(DATA TO EXAMINE begins)

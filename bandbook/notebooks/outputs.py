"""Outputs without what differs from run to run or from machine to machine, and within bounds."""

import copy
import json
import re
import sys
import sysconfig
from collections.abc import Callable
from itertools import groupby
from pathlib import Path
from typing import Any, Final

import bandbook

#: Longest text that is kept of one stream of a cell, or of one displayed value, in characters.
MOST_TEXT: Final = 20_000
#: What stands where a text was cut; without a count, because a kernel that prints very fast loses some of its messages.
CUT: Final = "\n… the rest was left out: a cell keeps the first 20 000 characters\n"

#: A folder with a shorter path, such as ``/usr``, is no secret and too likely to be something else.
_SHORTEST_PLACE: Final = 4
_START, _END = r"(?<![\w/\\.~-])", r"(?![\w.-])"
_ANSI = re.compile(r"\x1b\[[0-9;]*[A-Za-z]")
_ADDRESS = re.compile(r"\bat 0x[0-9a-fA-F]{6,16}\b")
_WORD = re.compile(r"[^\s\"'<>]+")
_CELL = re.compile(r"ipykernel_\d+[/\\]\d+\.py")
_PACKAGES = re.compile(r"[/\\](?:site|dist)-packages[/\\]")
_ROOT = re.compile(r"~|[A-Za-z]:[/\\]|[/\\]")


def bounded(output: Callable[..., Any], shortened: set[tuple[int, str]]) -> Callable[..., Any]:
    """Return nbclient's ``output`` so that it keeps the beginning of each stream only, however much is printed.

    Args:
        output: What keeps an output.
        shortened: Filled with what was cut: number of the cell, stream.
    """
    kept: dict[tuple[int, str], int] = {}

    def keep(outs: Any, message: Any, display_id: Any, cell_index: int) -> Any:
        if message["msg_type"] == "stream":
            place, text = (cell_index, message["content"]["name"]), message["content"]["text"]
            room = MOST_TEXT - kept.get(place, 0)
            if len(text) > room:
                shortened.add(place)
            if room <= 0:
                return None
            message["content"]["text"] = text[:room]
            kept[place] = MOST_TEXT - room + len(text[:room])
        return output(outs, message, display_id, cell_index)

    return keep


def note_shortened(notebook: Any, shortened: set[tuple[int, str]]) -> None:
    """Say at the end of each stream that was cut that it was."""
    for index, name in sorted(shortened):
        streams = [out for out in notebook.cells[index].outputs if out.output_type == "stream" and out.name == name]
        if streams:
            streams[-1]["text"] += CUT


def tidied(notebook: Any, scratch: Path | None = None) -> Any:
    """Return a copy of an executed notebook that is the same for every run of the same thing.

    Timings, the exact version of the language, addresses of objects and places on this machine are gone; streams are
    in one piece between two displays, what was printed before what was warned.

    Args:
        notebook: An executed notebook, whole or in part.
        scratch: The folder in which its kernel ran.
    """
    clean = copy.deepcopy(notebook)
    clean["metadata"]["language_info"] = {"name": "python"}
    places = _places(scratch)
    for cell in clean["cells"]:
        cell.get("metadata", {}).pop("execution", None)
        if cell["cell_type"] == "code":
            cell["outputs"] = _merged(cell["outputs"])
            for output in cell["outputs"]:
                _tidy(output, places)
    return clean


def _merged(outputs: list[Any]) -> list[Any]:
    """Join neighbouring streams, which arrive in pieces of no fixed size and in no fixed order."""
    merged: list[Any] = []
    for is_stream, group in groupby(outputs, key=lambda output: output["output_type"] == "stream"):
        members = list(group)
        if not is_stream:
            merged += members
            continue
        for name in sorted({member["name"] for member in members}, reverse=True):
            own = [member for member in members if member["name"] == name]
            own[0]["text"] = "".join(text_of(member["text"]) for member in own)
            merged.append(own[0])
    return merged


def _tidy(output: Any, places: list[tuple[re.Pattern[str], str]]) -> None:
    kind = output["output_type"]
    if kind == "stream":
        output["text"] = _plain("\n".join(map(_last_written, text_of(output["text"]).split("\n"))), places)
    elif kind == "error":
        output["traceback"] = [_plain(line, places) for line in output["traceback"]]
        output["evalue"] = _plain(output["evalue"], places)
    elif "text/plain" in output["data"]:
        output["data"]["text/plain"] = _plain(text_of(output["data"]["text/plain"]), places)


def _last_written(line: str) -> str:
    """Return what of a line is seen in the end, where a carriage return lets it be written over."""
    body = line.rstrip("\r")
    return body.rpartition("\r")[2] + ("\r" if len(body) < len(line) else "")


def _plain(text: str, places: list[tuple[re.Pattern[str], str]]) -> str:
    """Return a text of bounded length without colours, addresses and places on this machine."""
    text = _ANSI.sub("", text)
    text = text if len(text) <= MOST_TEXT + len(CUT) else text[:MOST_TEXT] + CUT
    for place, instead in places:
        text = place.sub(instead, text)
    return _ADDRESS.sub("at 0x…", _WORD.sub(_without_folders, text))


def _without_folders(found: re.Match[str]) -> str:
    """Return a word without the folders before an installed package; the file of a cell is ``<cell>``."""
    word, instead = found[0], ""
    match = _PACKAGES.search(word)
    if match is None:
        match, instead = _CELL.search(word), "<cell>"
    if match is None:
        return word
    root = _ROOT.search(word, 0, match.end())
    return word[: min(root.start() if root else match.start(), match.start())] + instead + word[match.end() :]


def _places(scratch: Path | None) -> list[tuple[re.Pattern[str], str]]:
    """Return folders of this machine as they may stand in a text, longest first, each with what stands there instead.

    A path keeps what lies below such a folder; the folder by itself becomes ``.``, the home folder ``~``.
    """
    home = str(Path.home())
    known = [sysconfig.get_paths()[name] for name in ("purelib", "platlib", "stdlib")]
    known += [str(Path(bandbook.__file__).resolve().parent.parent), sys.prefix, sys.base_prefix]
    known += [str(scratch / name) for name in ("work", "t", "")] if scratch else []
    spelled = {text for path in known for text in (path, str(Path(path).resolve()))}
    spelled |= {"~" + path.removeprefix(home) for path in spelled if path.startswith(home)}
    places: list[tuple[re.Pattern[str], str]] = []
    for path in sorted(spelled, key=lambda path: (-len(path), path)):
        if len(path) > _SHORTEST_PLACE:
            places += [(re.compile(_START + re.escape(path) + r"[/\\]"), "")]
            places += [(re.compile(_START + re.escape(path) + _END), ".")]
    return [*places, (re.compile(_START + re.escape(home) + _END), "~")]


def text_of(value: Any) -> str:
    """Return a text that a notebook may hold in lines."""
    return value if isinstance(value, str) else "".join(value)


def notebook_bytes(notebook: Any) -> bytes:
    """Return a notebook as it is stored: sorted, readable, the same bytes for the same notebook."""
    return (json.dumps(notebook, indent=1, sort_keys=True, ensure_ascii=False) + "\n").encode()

(DATA TO EXAMINE ends)

An exact, complete copy of the lines above from the one with "import json" through the one with "Any], shortened: set[tuple[int, str]])" is the whole answer.

import json
import re
import sys
import sysconfig
from collections.abc import Callable
from itertools import groupby
from pathlib import Path
from typing import Any, Final

import bandbook

#: Longest text that is kept of one stream of a cell, or of one displayed value, in characters.
MOST_TEXT: Final = 20_000
#: What stands where a text was cut; without a count, because a kernel that prints very fast loses some of its messages.
CUT: Final = "\n… the rest was left out: a cell keeps the first 20 000 characters\n"

#: A folder with a shorter path, such as ``/usr``, is no secret and too likely to be something else.
_SHORTEST_PLACE: Final = 4
_START, _END = r"(?<![\w/\\.~-])", r"(?![\w.-])"
_ANSI = re.compile(r"\x1b\[[0-9;]*[A-Za-z]")
_ADDRESS = re.compile(r"\bat 0x[0-9a-fA-F]{6,16}\b")
_WORD = re.compile(r"[^\s\"'<>]+")
_CELL = re.compile(r"ipykernel_\d+[/\\]\d+\.py")
_PACKAGES = re.compile(r"[/\\](?:site|dist)-packages[/\\]")
_ROOT = re.compile(r"~|[A-Za-z]:[/\\]|[/\\]")


def bounded(output: Callable[..., Any], shortened: set[tuple[int, str]]) -> Callable[..., Any]:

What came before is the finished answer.